*** Block opens ***
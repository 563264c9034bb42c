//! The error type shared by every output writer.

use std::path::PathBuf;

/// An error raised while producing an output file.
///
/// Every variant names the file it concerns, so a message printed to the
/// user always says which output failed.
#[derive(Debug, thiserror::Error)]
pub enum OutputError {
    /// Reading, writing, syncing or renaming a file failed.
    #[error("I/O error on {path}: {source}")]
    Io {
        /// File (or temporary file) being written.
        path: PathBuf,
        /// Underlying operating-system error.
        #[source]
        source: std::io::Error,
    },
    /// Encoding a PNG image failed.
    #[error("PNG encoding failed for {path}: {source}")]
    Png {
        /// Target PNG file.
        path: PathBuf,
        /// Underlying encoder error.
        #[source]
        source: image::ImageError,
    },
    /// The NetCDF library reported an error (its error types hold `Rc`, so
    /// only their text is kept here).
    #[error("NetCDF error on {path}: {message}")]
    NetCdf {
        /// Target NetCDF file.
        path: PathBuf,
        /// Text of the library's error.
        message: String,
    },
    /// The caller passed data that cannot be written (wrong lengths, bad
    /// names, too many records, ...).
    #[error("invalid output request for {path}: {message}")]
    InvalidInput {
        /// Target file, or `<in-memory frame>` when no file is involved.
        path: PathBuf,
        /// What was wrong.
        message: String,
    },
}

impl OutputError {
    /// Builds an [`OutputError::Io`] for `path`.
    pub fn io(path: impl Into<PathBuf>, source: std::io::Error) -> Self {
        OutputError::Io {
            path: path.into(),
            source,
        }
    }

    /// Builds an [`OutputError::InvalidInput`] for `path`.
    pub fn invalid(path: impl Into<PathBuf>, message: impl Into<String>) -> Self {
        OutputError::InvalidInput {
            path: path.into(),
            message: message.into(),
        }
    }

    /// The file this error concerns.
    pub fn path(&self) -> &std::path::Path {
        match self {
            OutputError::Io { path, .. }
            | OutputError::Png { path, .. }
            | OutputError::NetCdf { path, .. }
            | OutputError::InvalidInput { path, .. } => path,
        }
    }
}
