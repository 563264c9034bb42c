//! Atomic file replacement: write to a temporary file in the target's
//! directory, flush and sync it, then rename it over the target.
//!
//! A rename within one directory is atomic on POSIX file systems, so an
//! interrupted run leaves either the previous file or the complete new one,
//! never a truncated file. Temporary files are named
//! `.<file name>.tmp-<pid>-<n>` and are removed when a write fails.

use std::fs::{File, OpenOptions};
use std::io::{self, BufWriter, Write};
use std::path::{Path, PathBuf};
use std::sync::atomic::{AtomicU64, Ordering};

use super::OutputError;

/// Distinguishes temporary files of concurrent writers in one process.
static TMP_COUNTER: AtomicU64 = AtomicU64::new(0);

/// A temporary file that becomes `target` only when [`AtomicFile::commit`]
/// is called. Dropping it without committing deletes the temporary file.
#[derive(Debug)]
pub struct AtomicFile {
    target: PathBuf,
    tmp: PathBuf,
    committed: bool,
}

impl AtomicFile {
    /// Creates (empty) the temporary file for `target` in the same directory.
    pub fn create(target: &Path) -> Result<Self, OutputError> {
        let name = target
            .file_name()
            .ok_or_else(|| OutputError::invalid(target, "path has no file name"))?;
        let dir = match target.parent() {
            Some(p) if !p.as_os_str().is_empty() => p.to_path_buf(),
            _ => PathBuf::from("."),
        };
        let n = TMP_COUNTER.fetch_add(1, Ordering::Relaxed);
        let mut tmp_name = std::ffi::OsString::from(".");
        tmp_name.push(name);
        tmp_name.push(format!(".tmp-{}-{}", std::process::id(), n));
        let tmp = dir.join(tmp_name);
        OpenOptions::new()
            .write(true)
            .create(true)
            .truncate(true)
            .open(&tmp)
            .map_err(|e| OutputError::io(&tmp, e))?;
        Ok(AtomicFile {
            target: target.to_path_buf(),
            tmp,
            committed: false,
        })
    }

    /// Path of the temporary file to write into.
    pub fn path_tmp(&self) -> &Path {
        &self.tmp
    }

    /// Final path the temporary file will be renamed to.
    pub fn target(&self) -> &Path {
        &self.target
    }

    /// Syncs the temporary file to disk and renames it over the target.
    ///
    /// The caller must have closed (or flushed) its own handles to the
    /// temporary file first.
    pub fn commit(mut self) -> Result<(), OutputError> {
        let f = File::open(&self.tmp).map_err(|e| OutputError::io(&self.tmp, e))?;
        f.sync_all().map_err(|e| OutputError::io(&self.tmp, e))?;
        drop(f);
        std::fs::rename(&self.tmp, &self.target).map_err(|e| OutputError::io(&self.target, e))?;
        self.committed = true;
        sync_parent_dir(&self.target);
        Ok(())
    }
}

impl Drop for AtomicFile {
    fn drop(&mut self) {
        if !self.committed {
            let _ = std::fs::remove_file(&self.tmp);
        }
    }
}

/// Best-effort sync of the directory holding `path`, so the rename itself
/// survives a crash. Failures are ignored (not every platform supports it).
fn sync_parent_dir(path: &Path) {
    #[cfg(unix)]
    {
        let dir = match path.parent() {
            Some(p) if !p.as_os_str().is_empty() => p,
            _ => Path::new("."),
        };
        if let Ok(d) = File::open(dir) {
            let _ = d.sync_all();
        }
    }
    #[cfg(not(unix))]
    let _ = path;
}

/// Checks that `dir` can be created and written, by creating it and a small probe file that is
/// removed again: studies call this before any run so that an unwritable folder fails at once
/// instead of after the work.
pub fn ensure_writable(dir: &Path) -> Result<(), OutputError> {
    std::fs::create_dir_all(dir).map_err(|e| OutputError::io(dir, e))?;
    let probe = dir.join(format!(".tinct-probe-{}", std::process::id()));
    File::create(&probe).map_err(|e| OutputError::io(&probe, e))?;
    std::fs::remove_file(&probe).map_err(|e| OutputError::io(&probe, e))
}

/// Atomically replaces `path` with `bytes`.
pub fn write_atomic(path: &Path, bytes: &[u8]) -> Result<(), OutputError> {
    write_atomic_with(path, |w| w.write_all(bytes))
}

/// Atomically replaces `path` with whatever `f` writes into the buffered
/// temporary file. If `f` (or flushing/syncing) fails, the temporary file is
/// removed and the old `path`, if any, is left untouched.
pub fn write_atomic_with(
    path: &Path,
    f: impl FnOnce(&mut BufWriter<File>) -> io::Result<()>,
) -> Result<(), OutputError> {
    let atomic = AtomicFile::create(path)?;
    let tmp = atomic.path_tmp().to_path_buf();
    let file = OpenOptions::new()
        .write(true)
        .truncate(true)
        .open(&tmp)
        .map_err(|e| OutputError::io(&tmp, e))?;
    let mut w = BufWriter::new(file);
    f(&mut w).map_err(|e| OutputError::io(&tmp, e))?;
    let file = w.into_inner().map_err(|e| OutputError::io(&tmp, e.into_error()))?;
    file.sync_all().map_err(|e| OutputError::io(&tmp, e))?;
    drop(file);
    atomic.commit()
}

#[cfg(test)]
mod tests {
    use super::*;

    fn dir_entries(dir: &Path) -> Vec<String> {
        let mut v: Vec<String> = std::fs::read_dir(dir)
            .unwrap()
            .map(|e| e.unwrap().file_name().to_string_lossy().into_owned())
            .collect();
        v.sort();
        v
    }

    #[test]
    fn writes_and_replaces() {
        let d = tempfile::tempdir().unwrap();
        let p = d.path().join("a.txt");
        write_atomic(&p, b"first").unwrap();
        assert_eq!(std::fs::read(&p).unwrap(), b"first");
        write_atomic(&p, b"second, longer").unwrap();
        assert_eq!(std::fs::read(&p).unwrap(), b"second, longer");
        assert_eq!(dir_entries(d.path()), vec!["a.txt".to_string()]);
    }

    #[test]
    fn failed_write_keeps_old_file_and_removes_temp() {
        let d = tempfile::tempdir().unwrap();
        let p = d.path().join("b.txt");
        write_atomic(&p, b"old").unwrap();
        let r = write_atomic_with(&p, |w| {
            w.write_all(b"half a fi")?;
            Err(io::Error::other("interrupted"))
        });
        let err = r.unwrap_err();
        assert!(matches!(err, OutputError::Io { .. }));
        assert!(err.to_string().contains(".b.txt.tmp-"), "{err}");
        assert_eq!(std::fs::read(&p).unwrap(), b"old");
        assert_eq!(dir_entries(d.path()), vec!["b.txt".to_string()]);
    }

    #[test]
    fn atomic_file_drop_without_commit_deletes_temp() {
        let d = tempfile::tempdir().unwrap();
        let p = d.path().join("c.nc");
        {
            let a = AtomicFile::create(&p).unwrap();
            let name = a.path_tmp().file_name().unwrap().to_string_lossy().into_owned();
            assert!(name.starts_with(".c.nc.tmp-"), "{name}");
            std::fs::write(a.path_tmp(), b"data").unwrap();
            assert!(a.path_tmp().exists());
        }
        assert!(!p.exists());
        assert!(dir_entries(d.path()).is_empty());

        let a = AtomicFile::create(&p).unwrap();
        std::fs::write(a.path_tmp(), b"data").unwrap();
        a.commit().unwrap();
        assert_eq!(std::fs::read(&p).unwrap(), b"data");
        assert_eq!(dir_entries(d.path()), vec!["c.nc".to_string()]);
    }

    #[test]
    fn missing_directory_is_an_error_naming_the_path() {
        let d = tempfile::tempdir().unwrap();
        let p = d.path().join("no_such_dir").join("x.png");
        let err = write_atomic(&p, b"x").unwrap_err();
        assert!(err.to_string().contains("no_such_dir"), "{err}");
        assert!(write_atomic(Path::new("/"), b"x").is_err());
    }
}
*** Block closes ***
_PROBLEM DESCRIPTION_.
Could you return all lines from the data above that contain the string "written"?

_RESPONSE_.
        /// File (or temporary file) being written.
    /// The caller passed data that cannot be written (wrong lengths, bad
/// Checks that `dir` can be created and written, by creating it and a small probe file that is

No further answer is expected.